• What is required
In the data below, find the line containing "mutual = sympy.sympify(system.mutual(first, second)).subs(point)", then set down that line and every later line up to and including the line containing "sign, word, half", exactly.

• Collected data

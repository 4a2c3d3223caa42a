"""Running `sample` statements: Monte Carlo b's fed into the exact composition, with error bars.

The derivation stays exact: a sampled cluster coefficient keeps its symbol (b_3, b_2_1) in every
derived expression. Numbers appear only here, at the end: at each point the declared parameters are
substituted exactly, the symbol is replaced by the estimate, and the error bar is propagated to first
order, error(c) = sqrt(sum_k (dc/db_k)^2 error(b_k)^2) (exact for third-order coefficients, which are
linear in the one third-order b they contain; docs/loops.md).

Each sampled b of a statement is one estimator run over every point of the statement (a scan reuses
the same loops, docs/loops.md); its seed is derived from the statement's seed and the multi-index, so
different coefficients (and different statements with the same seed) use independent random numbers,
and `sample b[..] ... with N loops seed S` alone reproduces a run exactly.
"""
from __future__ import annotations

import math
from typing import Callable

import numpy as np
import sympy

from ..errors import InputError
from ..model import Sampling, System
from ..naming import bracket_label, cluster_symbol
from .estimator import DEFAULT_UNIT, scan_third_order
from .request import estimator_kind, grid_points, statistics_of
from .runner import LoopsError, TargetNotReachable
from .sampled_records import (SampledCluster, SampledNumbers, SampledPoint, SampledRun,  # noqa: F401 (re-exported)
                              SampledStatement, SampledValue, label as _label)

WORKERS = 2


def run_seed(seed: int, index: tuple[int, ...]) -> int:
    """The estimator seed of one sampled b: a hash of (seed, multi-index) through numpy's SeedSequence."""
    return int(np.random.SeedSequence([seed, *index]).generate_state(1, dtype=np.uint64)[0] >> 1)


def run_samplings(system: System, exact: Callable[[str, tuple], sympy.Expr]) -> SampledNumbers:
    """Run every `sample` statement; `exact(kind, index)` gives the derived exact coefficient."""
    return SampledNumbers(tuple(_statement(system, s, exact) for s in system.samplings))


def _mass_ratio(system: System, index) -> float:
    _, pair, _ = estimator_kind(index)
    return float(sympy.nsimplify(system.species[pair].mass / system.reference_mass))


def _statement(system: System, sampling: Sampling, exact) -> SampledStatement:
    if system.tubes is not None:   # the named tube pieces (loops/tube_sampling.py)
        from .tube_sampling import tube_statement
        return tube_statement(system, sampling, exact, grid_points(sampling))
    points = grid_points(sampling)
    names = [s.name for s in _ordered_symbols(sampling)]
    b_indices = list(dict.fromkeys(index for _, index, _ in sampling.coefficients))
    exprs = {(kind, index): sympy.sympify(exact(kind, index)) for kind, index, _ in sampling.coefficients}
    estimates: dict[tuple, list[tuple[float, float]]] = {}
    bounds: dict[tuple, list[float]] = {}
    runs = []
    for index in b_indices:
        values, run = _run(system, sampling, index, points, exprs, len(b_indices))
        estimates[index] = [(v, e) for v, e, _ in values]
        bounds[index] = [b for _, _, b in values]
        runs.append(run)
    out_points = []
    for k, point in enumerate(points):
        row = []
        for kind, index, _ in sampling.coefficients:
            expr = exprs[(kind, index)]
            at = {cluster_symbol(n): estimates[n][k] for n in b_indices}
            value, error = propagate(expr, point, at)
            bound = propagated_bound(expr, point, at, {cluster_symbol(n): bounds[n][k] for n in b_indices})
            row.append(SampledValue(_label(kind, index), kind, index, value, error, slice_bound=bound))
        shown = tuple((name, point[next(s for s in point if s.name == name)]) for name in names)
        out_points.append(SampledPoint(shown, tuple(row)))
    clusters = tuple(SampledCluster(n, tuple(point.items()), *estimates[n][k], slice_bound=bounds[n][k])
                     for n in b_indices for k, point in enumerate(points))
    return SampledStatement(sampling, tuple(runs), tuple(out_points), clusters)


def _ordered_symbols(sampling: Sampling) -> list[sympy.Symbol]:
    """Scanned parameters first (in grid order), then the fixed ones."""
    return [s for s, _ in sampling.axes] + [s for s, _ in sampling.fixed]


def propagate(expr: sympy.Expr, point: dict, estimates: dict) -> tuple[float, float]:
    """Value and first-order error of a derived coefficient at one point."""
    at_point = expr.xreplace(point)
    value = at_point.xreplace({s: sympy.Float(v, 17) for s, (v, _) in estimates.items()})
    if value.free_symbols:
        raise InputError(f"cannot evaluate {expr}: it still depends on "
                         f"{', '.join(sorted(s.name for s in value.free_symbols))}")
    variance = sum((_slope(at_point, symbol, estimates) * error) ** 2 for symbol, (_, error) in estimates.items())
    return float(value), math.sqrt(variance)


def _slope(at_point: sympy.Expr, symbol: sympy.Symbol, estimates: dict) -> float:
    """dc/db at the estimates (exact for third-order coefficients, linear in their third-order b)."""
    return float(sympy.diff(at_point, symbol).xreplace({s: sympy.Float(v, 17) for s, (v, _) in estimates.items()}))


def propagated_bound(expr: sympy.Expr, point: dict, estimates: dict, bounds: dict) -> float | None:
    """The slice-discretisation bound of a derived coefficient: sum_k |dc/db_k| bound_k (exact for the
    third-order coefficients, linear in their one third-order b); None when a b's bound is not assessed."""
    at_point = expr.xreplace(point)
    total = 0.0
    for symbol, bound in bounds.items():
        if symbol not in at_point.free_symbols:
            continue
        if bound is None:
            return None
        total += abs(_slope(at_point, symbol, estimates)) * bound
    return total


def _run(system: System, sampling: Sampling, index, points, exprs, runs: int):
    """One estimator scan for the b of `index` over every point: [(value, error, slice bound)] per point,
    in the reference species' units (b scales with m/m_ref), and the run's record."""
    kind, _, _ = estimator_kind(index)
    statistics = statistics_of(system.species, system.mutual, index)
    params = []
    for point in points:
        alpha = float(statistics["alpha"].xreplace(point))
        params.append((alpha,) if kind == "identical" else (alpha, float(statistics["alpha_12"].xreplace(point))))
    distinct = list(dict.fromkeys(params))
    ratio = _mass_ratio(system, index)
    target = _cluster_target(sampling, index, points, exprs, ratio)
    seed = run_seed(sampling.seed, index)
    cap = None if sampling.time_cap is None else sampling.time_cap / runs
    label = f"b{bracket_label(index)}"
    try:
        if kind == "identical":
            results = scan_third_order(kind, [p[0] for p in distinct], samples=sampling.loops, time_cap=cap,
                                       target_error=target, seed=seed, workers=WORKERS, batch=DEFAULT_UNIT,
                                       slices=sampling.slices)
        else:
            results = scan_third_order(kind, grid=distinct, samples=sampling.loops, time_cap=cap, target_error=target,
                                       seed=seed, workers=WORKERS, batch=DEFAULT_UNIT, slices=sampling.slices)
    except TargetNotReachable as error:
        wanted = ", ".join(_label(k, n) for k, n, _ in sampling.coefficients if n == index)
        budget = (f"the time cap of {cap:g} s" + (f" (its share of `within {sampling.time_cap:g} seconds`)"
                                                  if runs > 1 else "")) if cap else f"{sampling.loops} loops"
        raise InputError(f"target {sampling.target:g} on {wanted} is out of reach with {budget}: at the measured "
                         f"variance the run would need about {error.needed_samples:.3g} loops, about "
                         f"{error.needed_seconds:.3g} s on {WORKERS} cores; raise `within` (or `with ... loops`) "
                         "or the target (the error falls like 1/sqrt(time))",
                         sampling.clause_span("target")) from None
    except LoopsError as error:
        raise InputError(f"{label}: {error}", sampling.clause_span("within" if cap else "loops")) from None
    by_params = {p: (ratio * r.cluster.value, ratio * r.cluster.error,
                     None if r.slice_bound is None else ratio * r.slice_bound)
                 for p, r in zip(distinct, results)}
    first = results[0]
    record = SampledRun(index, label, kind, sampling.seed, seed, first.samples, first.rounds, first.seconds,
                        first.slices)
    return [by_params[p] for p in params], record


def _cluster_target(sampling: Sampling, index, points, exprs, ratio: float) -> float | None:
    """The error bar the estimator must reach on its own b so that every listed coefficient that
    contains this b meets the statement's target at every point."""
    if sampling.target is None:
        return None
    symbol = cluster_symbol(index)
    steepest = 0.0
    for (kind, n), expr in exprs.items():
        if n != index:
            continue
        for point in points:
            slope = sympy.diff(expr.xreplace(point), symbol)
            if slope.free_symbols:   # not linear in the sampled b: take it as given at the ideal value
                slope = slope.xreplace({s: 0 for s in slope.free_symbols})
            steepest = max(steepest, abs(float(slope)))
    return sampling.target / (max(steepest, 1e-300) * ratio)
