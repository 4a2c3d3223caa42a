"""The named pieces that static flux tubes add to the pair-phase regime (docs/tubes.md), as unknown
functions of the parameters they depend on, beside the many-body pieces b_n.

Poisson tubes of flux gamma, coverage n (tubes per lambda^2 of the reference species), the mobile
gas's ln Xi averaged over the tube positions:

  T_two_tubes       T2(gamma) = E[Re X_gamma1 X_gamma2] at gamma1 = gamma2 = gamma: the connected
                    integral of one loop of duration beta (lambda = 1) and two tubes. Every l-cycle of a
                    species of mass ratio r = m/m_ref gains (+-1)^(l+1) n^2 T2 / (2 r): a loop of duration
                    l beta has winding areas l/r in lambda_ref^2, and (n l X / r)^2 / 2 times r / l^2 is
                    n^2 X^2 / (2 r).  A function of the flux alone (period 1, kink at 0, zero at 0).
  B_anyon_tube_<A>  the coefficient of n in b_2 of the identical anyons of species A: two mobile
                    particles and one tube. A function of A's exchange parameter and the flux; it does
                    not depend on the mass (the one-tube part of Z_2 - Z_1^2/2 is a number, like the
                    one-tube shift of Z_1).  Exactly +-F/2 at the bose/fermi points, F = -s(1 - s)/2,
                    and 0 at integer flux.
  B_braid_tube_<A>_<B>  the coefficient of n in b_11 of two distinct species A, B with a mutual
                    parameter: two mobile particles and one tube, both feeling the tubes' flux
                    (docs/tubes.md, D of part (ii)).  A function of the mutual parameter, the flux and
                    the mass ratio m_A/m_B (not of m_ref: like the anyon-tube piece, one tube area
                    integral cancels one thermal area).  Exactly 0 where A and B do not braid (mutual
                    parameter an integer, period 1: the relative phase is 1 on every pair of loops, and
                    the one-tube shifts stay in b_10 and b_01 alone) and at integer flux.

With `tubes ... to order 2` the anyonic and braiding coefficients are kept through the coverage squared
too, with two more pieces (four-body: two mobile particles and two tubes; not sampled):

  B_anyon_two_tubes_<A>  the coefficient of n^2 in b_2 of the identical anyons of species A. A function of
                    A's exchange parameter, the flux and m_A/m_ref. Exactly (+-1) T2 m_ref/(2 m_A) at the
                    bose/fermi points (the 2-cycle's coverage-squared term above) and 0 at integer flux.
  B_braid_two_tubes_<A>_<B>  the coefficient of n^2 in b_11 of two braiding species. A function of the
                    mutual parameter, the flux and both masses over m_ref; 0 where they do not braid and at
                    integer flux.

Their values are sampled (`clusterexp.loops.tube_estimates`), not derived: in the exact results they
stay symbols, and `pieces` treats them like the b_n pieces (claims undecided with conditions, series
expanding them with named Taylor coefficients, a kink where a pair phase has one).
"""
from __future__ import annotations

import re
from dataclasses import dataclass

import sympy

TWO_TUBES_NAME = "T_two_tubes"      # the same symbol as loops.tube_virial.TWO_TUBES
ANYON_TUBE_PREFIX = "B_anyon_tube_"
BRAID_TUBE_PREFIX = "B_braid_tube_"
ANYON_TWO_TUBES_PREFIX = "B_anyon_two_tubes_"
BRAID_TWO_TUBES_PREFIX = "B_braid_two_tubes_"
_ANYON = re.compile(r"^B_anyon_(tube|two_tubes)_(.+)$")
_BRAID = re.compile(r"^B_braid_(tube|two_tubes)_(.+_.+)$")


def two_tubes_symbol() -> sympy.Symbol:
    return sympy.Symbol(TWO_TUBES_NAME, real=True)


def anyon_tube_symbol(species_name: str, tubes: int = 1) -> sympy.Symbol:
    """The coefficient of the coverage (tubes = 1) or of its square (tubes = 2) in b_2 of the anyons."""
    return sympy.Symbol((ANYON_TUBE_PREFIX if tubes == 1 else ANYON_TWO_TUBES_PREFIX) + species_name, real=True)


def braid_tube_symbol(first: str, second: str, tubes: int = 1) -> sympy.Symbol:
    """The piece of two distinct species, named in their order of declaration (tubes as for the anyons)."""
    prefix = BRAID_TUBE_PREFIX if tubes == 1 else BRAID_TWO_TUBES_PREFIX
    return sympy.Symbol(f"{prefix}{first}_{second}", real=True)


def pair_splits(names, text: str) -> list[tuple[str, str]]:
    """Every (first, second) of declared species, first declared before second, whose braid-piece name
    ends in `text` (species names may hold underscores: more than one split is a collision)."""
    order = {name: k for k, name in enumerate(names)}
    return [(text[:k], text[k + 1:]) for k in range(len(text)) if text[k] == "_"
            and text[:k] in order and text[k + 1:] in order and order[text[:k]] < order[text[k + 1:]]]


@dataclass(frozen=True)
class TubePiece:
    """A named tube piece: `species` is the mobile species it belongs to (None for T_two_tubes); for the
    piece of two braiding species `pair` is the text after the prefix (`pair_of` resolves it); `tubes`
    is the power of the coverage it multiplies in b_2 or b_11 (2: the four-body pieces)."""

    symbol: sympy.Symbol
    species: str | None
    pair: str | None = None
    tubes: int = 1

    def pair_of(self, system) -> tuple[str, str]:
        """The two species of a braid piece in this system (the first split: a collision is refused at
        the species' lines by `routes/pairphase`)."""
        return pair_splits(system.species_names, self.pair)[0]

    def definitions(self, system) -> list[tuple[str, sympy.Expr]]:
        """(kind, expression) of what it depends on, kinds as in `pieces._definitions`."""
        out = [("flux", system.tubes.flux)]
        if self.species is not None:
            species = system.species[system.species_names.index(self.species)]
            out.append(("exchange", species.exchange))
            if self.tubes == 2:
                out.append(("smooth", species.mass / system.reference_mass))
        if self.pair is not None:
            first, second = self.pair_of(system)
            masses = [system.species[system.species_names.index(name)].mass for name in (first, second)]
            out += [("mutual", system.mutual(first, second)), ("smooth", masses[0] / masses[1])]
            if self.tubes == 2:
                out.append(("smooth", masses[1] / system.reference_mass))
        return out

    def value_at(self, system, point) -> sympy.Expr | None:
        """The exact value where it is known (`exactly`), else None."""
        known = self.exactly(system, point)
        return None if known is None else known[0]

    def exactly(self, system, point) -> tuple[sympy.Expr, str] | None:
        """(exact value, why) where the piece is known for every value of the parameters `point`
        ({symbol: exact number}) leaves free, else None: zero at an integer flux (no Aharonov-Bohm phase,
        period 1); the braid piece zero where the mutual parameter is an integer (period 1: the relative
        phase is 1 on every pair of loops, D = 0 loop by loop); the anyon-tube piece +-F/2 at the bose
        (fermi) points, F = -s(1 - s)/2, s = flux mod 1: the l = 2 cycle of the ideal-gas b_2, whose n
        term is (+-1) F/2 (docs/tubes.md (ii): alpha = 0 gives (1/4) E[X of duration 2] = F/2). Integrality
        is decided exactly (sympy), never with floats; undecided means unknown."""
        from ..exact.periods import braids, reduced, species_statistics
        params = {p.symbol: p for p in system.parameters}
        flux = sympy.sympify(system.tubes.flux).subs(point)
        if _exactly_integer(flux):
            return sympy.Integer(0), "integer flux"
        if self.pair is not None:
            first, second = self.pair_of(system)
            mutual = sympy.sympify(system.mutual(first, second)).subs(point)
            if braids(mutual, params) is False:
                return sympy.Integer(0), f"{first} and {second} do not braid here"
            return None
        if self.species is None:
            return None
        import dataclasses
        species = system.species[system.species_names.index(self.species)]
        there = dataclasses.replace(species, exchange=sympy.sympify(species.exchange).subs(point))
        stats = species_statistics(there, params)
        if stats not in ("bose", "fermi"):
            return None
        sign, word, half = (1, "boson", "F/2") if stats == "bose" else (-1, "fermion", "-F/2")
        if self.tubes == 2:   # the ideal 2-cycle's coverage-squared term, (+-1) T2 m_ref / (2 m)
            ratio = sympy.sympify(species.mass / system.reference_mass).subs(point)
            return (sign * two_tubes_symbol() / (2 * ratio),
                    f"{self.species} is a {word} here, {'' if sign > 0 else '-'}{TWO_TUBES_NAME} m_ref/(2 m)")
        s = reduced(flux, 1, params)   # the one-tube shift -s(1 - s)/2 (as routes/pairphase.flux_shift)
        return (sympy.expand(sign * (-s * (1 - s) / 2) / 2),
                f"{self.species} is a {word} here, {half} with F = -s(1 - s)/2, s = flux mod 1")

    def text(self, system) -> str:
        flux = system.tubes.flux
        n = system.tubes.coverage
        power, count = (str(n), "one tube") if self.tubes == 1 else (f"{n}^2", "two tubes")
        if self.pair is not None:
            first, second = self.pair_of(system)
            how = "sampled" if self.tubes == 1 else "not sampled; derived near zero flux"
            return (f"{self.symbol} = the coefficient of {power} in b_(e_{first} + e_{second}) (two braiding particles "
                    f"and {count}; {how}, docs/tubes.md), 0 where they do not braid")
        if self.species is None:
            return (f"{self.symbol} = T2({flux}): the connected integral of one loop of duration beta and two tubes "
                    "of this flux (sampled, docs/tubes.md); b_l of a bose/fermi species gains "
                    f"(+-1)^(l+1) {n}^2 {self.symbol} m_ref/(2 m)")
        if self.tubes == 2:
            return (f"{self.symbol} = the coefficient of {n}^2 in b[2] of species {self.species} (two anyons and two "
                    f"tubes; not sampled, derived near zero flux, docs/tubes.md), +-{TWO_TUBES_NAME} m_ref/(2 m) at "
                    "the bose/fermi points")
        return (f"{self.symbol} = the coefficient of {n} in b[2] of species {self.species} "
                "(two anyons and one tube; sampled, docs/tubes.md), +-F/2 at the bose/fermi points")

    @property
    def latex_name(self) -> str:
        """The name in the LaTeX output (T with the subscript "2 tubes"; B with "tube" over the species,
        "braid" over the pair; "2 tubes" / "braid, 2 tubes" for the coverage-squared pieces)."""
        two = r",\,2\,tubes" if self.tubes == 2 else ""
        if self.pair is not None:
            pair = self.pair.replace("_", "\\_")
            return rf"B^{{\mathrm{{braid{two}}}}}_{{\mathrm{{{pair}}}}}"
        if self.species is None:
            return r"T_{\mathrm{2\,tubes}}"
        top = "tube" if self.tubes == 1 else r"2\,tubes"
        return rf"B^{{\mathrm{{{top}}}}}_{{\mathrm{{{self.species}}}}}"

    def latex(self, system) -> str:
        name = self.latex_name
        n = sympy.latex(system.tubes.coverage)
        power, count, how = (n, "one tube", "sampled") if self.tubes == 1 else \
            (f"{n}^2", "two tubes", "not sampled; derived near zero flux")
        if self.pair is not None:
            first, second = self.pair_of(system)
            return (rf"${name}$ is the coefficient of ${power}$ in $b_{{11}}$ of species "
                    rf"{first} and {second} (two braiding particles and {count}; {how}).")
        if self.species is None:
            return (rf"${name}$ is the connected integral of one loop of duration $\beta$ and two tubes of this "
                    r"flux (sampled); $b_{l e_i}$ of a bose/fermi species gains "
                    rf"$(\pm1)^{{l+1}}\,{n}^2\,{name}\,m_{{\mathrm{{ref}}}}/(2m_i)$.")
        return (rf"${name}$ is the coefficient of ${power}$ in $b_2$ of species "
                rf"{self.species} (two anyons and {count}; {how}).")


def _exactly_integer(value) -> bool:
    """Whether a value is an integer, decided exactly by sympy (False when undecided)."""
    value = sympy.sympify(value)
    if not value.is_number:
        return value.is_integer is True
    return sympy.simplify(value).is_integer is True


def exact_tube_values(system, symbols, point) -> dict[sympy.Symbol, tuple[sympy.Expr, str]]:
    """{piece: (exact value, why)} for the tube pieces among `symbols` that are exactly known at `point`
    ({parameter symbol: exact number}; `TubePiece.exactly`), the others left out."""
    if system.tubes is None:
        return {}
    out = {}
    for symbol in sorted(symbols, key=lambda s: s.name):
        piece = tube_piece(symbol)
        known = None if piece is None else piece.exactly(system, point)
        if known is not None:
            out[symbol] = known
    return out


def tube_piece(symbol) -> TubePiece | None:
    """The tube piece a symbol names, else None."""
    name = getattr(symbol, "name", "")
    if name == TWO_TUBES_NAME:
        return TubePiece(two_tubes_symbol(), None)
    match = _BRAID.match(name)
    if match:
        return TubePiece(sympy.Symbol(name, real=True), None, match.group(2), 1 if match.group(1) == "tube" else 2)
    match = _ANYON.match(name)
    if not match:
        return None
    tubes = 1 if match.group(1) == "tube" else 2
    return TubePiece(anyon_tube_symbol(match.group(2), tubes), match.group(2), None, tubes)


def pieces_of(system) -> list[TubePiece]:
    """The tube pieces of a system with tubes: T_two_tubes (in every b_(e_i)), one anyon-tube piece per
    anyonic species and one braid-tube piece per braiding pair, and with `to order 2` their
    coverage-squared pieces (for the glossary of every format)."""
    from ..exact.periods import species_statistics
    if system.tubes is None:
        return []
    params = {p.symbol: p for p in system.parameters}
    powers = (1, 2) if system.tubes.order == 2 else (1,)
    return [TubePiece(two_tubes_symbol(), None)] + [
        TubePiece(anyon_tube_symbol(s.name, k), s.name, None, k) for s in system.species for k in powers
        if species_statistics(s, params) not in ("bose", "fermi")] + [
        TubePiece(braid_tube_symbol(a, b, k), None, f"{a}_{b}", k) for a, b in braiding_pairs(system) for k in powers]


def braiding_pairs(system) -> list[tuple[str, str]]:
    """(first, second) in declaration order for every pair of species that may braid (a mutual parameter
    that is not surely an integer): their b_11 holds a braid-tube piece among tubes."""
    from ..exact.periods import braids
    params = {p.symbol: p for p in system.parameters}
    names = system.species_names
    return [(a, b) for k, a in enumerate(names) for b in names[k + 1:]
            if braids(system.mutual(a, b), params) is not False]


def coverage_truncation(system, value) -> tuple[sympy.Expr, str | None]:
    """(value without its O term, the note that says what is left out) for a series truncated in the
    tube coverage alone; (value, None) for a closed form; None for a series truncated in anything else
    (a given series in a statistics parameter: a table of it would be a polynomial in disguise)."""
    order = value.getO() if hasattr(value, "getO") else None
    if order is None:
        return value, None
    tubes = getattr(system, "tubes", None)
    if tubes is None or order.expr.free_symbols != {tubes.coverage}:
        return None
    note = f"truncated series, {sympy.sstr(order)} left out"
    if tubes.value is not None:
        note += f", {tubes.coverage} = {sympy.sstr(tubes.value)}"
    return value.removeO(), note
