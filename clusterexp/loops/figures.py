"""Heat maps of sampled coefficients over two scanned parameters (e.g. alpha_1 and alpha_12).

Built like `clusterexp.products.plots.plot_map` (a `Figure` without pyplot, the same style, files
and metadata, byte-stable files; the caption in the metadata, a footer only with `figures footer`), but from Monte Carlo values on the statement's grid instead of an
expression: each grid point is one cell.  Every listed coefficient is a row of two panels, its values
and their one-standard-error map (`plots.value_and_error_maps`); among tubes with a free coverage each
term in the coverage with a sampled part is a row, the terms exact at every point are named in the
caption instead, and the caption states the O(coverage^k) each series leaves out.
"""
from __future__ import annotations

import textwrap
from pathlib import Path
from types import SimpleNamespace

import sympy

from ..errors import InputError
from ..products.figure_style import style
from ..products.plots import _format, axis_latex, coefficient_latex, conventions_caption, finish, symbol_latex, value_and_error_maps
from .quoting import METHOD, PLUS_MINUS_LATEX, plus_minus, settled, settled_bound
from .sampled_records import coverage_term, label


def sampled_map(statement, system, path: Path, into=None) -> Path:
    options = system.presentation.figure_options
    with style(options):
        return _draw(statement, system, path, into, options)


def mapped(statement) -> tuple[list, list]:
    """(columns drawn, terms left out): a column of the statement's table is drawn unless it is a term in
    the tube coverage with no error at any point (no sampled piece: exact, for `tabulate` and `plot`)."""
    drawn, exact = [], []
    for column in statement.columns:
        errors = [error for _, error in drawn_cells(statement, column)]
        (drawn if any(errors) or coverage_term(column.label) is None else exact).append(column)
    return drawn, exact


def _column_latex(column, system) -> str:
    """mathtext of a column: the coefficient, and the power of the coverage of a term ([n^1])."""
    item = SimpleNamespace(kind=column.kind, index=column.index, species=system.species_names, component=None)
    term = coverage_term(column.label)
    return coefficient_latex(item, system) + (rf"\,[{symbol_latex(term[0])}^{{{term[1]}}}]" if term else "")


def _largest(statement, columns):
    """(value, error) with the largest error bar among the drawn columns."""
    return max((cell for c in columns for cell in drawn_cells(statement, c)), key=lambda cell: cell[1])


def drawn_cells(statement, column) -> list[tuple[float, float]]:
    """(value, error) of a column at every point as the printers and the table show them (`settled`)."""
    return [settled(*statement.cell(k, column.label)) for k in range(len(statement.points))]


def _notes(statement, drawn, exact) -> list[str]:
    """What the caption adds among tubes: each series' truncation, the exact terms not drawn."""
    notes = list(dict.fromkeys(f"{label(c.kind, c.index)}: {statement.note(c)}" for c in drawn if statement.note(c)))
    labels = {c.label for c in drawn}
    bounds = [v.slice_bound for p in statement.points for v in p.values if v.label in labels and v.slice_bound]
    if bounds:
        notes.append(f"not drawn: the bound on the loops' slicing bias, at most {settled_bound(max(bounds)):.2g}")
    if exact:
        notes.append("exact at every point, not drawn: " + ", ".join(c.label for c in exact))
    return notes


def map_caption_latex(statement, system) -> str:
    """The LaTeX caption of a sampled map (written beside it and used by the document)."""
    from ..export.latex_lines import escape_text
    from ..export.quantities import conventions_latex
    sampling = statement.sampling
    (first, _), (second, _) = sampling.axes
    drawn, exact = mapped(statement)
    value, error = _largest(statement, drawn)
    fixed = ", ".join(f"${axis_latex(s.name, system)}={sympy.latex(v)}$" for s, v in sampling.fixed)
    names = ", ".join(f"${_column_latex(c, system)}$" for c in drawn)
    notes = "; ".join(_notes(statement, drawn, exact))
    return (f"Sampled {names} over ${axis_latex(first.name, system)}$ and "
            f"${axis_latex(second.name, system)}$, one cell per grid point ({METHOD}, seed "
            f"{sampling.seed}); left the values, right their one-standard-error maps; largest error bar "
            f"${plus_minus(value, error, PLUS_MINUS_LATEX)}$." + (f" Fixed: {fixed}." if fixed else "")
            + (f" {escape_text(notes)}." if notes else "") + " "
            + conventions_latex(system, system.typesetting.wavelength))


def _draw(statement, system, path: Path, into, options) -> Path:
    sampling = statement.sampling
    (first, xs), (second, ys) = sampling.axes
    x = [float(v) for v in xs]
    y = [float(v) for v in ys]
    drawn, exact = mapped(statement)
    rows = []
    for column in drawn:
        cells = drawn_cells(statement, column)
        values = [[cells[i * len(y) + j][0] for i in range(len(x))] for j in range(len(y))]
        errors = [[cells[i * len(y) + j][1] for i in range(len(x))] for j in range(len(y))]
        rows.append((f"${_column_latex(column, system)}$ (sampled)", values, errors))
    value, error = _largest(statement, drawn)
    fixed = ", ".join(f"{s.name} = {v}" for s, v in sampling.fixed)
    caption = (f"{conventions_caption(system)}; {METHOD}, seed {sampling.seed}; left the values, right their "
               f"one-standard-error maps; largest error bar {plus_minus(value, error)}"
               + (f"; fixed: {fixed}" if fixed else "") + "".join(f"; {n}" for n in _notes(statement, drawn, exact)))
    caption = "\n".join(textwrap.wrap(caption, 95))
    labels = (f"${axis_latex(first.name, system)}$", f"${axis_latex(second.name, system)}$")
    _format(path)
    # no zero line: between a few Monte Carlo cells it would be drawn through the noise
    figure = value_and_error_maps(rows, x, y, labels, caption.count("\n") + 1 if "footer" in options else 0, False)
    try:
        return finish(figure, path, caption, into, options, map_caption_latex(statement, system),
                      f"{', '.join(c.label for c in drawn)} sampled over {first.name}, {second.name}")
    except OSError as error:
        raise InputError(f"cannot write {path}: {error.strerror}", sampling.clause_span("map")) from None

• Task output
            mutual = sympy.sympify(system.mutual(first, second)).subs(point)
            if braids(mutual, params) is False:
                return sympy.Integer(0), f"{first} and {second} do not braid here"
            return None
        if self.species is None:
            return None
        import dataclasses
        species = system.species[system.species_names.index(self.species)]
        there = dataclasses.replace(species, exchange=sympy.sympify(species.exchange).subs(point))
        stats = species_statistics(there, params)
        if stats not in ("bose", "fermi"):
            return None
        sign, word, half = (1, "boson", "F/2") if stats == "bose" else (-1, "fermion", "-F/2")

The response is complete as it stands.